BEGIN ENTRIES PROVIDED

import fc from 'fast-check';
import { describe, expect, it } from 'vitest';
import { fitScene, type FrameReading } from '../../../../shared/math/ladder/fitScene';
import { combinedEv100 } from '../../../../shared/math/ladder/sceneModel';
import { within } from '../../../support/within';

const SIGMA = 1 / 6;

function reading(naturalEv100: number, sceneEv100: number, areLampsOn = true): FrameReading {
  return { naturalEv100, sceneEv100, areLampsOn, sigmaStops: SIGMA };
}

function readings(naturals: readonly number[], offset: number, floor: number | null): FrameReading[] {
  return naturals.map((natural) => reading(natural, combinedEv100(natural, offset, floor)));
}

const offsets = fc.double({ min: -3, max: 3, noNaN: true });
const floors = fc.double({ min: -6, max: 6, noNaN: true });
/** Two to six skies, a stop apart or more, from bright to dark. */
const skies = fc
  .tuple(
    fc.double({ min: 4, max: 9, noNaN: true }),
    fc.array(fc.double({ min: 1, max: 4, noNaN: true }), { minLength: 1, maxLength: 5 }),
  )
  .map(([first, falls]) => falls.reduce((list, fall) => [...list, (list.at(-1) ?? 0) - fall], [first]));

describe('the fit of a scene to test frames', () => {
  it('takes the offset from one frame, and no lamps, of which it says nothing', () => {
    fc.assert(
      fc.property(floors, floors, (natural, scene) => {
        const { best, low, high, misfitStops } = fitScene([reading(natural, scene)]);
        within(best.offsetStops, scene - natural, 1e-9, 'offset');
        expect(best.floorEv100).toBeNull();
        expect([low, high]).toEqual([best, best]);
        within(misfitStops[0] ?? NaN, 0, 1e-9, 'misfit');
      }),
    );
  });

  it('takes a known floor off a frame before the offset: equal parts are a stop, by hand', () => {
    // Scene 4 is sky 3 and lamps 3; a natural light of 5 makes the offset −2.
    const { best } = fitScene([reading(5, 4)], 3);
    within(best.offsetStops, -2, 1e-9, 'offset');
    expect(best.floorEv100).toBe(3);
  });

  it('finds offset and floor again from exact frames: what it predicts is right within a thousandth of a stop', () => {
    fc.assert(
      fc.property(skies, offsets, fc.option(floors), (naturals, offset, floor) => {
        const { best, misfitStops } = fitScene(readings(naturals, offset, floor));
        for (let natural = 9; natural > -14; natural -= 0.5) {
          const truth = combinedEv100(natural, offset, floor);
          // Lamps too dim to show by 0.001 stop in the darkest frame are not seen.
          const isSeen =
            combinedEv100(naturals.at(-1) ?? NaN, offset, floor) > (naturals.at(-1) ?? NaN) + offset + 1e-3;
          if (isSeen || floor === null || natural >= (naturals.at(-1) ?? NaN)) {
            within(combinedEv100(natural, best.offsetStops, best.floorEv100), truth, 1e-2, `at ${natural}`);
          }
        }
        for (const misfit of misfitStops) within(misfit, 0, 1e-3, 'misfit');
      }),
    );
  });

  it('is not beaten by any other offset and floor', () => {
    const noisy = fc.array(fc.tuple(floors, fc.double({ min: -0.5, max: 0.5, noNaN: true })), {
      minLength: 2,
      maxLength: 5,
    });
    const cost = (frames: readonly FrameReading[], offset: number, floor: number | null): number =>
      frames.reduce((sum, f) => sum + (combinedEv100(f.naturalEv100, offset, floor) - f.sceneEv100) ** 2, 0);
    fc.assert(
      fc.property(
        noisy,
        offsets,
        floors,
        offsets,
        floors,
        (points, offset, floor, otherOffset, otherFloor) => {
          const frames = points.map(([natural, noise]) =>
            reading(natural, combinedEv100(natural, offset, floor) + noise),
          );
          const { best } = fitScene(frames);
          const least = cost(frames, best.offsetStops, best.floorEv100);
          expect(least).toBeLessThanOrEqual(cost(frames, otherOffset, otherFloor) + 1e-3);
          expect(least).toBeLessThanOrEqual(cost(frames, otherOffset, null) + 1e-6);
          expect(least).toBeLessThanOrEqual(cost(frames, offset, floor) + 1e-3);
        },
      ),
      { numRuns: 300 },
    );
  });

  it('asks for no lamps where the frames fall as fast as the sky, or faster', () => {
    expect(fitScene([reading(6, 7), reading(2, 3)]).best).toEqual({ offsetStops: 1, floorEv100: null });
    const faster = fitScene([reading(6, 7), reading(2, 2.6)]);
    expect(faster.best.floorEv100).toBeNull();
    within(faster.best.offsetStops, 0.8, 1e-9, 'offset');
    within(faster.misfitStops[0] ?? NaN, 0.2, 1e-9, 'misfit');
    within(faster.misfitStops[1] ?? NaN, -0.2, 1e-9, 'misfit');
  });

  it('tells how far two frames leave the floor open: wide when they are close together, narrow when apart', () => {
    const close = fitScene(readings([5, 4], 0, 1));
    expect(close.low.floorEv100).toBeNull();
    expect(close.high.floorEv100).toBeGreaterThan(2);
    const apart = fitScene(readings([5, -3], 0, 1));
    expect(apart.low.floorEv100).toBeGreaterThan(0.5);
    expect(apart.high.floorEv100).toBeLessThan(1.5);
  });

  it('does not look for lamps in frames in which they were out', () => {
    const frames = [reading(5, 6, false), reading(1, 4, false)];
    expect(fitScene(frames).best.floorEv100).toBeNull();
    const lit = fitScene([reading(5, 6, false), reading(1, 4, true)]);
    // Sky 2 and lamps that make 4 of it: log2(16 − 4).
    within(lit.best.floorEv100 ?? NaN, Math.log2(12), 1e-4, 'floor');
    within(lit.best.offsetStops, 1, 1e-4, 'offset');
  });

  it('weighs a doubtful frame less', () => {
    const sure = { ...reading(4, 5), sigmaStops: 0.1 };
    const doubtful = { ...reading(4, 9), sigmaStops: 1 };
    // Weights 100 and 1: 1 + 4/101.
    within(fitScene([sure, doubtful], -30).best.offsetStops, 1 + 4 / 101, 1e-6, 'offset');
  });

  it('refuses no frames', () => {
    expect(() => fitScene([])).toThrow(RangeError);
  });
});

END ENTRIES PROVIDED

**WHAT YOU NEED TO DO:**
Every line of the material must be returned exactly as it appears.

**TASK SOLUTION:**
import fc from 'fast-check';
import { describe, expect, it } from 'vitest';
import { fitScene, type FrameReading } from '../../../../shared/math/ladder/fitScene';
import { combinedEv100 } from '../../../../shared/math/ladder/sceneModel';
import { within } from '../../../support/within';

const SIGMA = 1 / 6;

function reading(naturalEv100: number, sceneEv100: number, areLampsOn = true): FrameReading {
  return { naturalEv100, sceneEv100, areLampsOn, sigmaStops: SIGMA };
}

function readings(naturals: readonly number[], offset: number, floor: number | null): FrameReading[] {
  return naturals.map((natural) => reading(natural, combinedEv100(natural, offset, floor)));
}

const offsets = fc.double({ min: -3, max: 3, noNaN: true });
const floors = fc.double({ min: -6, max: 6, noNaN: true });
/** Two to six skies, a stop apart or more, from bright to dark. */
const skies = fc
  .tuple(
    fc.double({ min: 4, max: 9, noNaN: true }),
    fc.array(fc.double({ min: 1, max: 4, noNaN: true }), { minLength: 1, maxLength: 5 }),
  )
  .map(([first, falls]) => falls.reduce((list, fall) => [...list, (list.at(-1) ?? 0) - fall], [first]));

describe('the fit of a scene to test frames', () => {
  it('takes the offset from one frame, and no lamps, of which it says nothing', () => {
    fc.assert(
      fc.property(floors, floors, (natural, scene) => {
        const { best, low, high, misfitStops } = fitScene([reading(natural, scene)]);
        within(best.offsetStops, scene - natural, 1e-9, 'offset');
        expect(best.floorEv100).toBeNull();
        expect([low, high]).toEqual([best, best]);
        within(misfitStops[0] ?? NaN, 0, 1e-9, 'misfit');
      }),
    );
  });

  it('takes a known floor off a frame before the offset: equal parts are a stop, by hand', () => {
    // Scene 4 is sky 3 and lamps 3; a natural light of 5 makes the offset −2.
    const { best } = fitScene([reading(5, 4)], 3);
    within(best.offsetStops, -2, 1e-9, 'offset');
    expect(best.floorEv100).toBe(3);
  });

  it('finds offset and floor again from exact frames: what it predicts is right within a thousandth of a stop', () => {
    fc.assert(
      fc.property(skies, offsets, fc.option(floors), (naturals, offset, floor) => {
        const { best, misfitStops } = fitScene(readings(naturals, offset, floor));
        for (let natural = 9; natural > -14; natural -= 0.5) {
          const truth = combinedEv100(natural, offset, floor);
          // Lamps too dim to show by 0.001 stop in the darkest frame are not seen.
          const isSeen =
            combinedEv100(naturals.at(-1) ?? NaN, offset, floor) > (naturals.at(-1) ?? NaN) + offset + 1e-3;
          if (isSeen || floor === null || natural >= (naturals.at(-1) ?? NaN)) {
            within(combinedEv100(natural, best.offsetStops, best.floorEv100), truth, 1e-2, `at ${natural}`);
          }
        }
        for (const misfit of misfitStops) within(misfit, 0, 1e-3, 'misfit');
      }),
    );
  });

  it('is not beaten by any other offset and floor', () => {
    const noisy = fc.array(fc.tuple(floors, fc.double({ min: -0.5, max: 0.5, noNaN: true })), {
      minLength: 2,
      maxLength: 5,
    });
    const cost = (frames: readonly FrameReading[], offset: number, floor: number | null): number =>
      frames.reduce((sum, f) => sum + (combinedEv100(f.naturalEv100, offset, floor) - f.sceneEv100) ** 2, 0);
    fc.assert(
      fc.property(
        noisy,
        offsets,
        floors,
        offsets,
        floors,
        (points, offset, floor, otherOffset, otherFloor) => {
          const frames = points.map(([natural, noise]) =>
            reading(natural, combinedEv100(natural, offset, floor) + noise),
          );
          const { best } = fitScene(frames);
          const least = cost(frames, best.offsetStops, best.floorEv100);
          expect(least).toBeLessThanOrEqual(cost(frames, otherOffset, otherFloor) + 1e-3);
          expect(least).toBeLessThanOrEqual(cost(frames, otherOffset, null) + 1e-6);
          expect(least).toBeLessThanOrEqual(cost(frames, offset, floor) + 1e-3);
        },
      ),
      { numRuns: 300 },
    );
  });

  it('asks for no lamps where the frames fall as fast as the sky, or faster', () => {
    expect(fitScene([reading(6, 7), reading(2, 3)]).best).toEqual({ offsetStops: 1, floorEv100: null });
    const faster = fitScene([reading(6, 7), reading(2, 2.6)]);
    expect(faster.best.floorEv100).toBeNull();
    within(faster.best.offsetStops, 0.8, 1e-9, 'offset');
    within(faster.misfitStops[0] ?? NaN, 0.2, 1e-9, 'misfit');
    within(faster.misfitStops[1] ?? NaN, -0.2, 1e-9, 'misfit');
  });

  it('tells how far two frames leave the floor open: wide when they are close together, narrow when apart', () => {
    const close = fitScene(readings([5, 4], 0, 1));
    expect(close.low.floorEv100).toBeNull();
    expect(close.high.floorEv100).toBeGreaterThan(2);
    const apart = fitScene(readings([5, -3], 0, 1));
    expect(apart.low.floorEv100).toBeGreaterThan(0.5);
    expect(apart.high.floorEv100).toBeLessThan(1.5);
  });

  it('does not look for lamps in frames in which they were out', () => {
    const frames = [reading(5, 6, false), reading(1, 4, false)];
    expect(fitScene(frames).best.floorEv100).toBeNull();
    const lit = fitScene([reading(5, 6, false), reading(1, 4, true)]);
    // Sky 2 and lamps that make 4 of it: log2(16 − 4).
    within(lit.best.floorEv100 ?? NaN, Math.log2(12), 1e-4, 'floor');
    within(lit.best.offsetStops, 1, 1e-4, 'offset');
  });

  it('weighs a doubtful frame less', () => {
    const sure = { ...reading(4, 5), sigmaStops: 0.1 };
    const doubtful = { ...reading(4, 9), sigmaStops: 1 };
    // Weights 100 and 1: 1 + 4/101.
    within(fitScene([sure, doubtful], -30).best.offsetStops, 1 + 4 / 101, 1e-6, 'offset');
  });

  it('refuses no frames', () => {
    expect(() => fitScene([])).toThrow(RangeError);
  });
});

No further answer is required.